C'est comme si un poid m'avais été retiré. Non pas que j'oublie la bande dessinée, ou que celle-ci était devenue lourde jamais de la vie: c'est ma passion. C'était plutôt le besoin de survivre monétairement dans ce domaine qui pèsait. Je n'ai plus cet espèce de désir, ou crainte, de percer dans ce domaine à tout prix. Ou d'y faire ma place. De me mesurer aux autres, compétition et tout. Je me suis rendu compte en faisant ce choix que j'aimais tellement en faire, de la bande dessinée, que je préfère en faire dans l'ombre, mais en homme libre, que d'en faire avec les menottes. L'important, c'est d'en faire. Qu'on en vive ou pas, peu importe.

J'ai même décidé de réduire la complexité de mon dessin quand je fais de la bédé. J'ai qu'à laisser les trucs complexes à mes projets de 3D, matte painting et tout le patatra (comme en témoigne ce blogue ici présent). Quand je fais de la bédé, je suis libre.

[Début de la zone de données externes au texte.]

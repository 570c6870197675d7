"""The audit's result: one compact line per operation, the totals and the report.

A :class:`Ledger` keeps, for every audited operation, seven numbers in one
flat ``array`` of doubles (56 bytes an operation; integers are exact below
2**53): the operation, the
size ``n`` before it, its actual cost, the potential before and after, the
bound and the comparisons made.  The amortized cost is derived:
``actual + c * (phi_after - phi_before)``.  With ``keep="totals"`` it keeps
only per-operation totals, an exact cost histogram (for p99), the ``top``
costliest operations and the first violations: memory stays flat on long
staging runs.

The sum rule of the potential method (Tarjan 1985, "Amortized computational
complexity", SIAM J. Alg. Disc. Meth. 6) is reported exactly::

    total actual = total amortized + c * (Phi(start) - Phi(end)) + c * outside

where ``outside`` is the potential that came in or went out between audited
operations (a heap melded into this one brings its potential; one melded away
takes it).  Since Phi >= 0, every amortized cost within its bound gives
``total actual <= sum of bounds + c * (Phi(start) + outside)``.
"""

from __future__ import annotations

import heapq
import math
from array import array
from collections import Counter
from collections.abc import Iterator, Sequence
from typing import Any, NamedTuple, overload

from heapkit.errors import BoundExceededError

__all__ = ["OPS", "Ledger", "Record"]

#: Operation codes, in the order of the ``op`` column.
OPS: tuple[str, ...] = ("push", "extend", "pop", "decrease_key", "change_key", "remove", "meld", "clear")

_W = 7  # numbers per operation in the flat record array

Libre de faire des dessins poches, de me concentrer sur le découpage et l'histoire plutôt que de quoi ça a l'air. Et si j'ai envie de faire quelque chose de complexe et de joli, genre une histoire de golf avec des filles à poil qui se battent à mort avec des fouets genre sado-maso, hé ben de pouvoir le faire parce que j'en ai envie et non pas pour plaire à quelqu'un.

Bon, plaire au monde, c'est plaisant. Mais c'est du gâteau. C'est plus difficile de créer quelque chose de nouveau, parce que le monde a toujours été réticent au changement, peu importe si c'est du génie. Difficile parce qu'on se retrouve toujours un peu dénudé par la suite et je crois comprendre maintenant que c'est peut-être ce qui pousse autant d'artiste à choisir de faire des trucs qui plaisent, moi y compris, plutôt que de faire son propre chemin. C'est plus difficile de vivre comme un dénudé que d'être apprécié par les autres. Les histoires du mec qui découvrent un truc, et là t'as le promoteur riche qui, venant de nulle part, découvre l'artiste à l'oeuvre dans toute son intensité, c'est un peu de la foutaise. Non pas que j'y croyais, mais avouez, on as tous un peu ce genre de rêve un peu utopique, par moment.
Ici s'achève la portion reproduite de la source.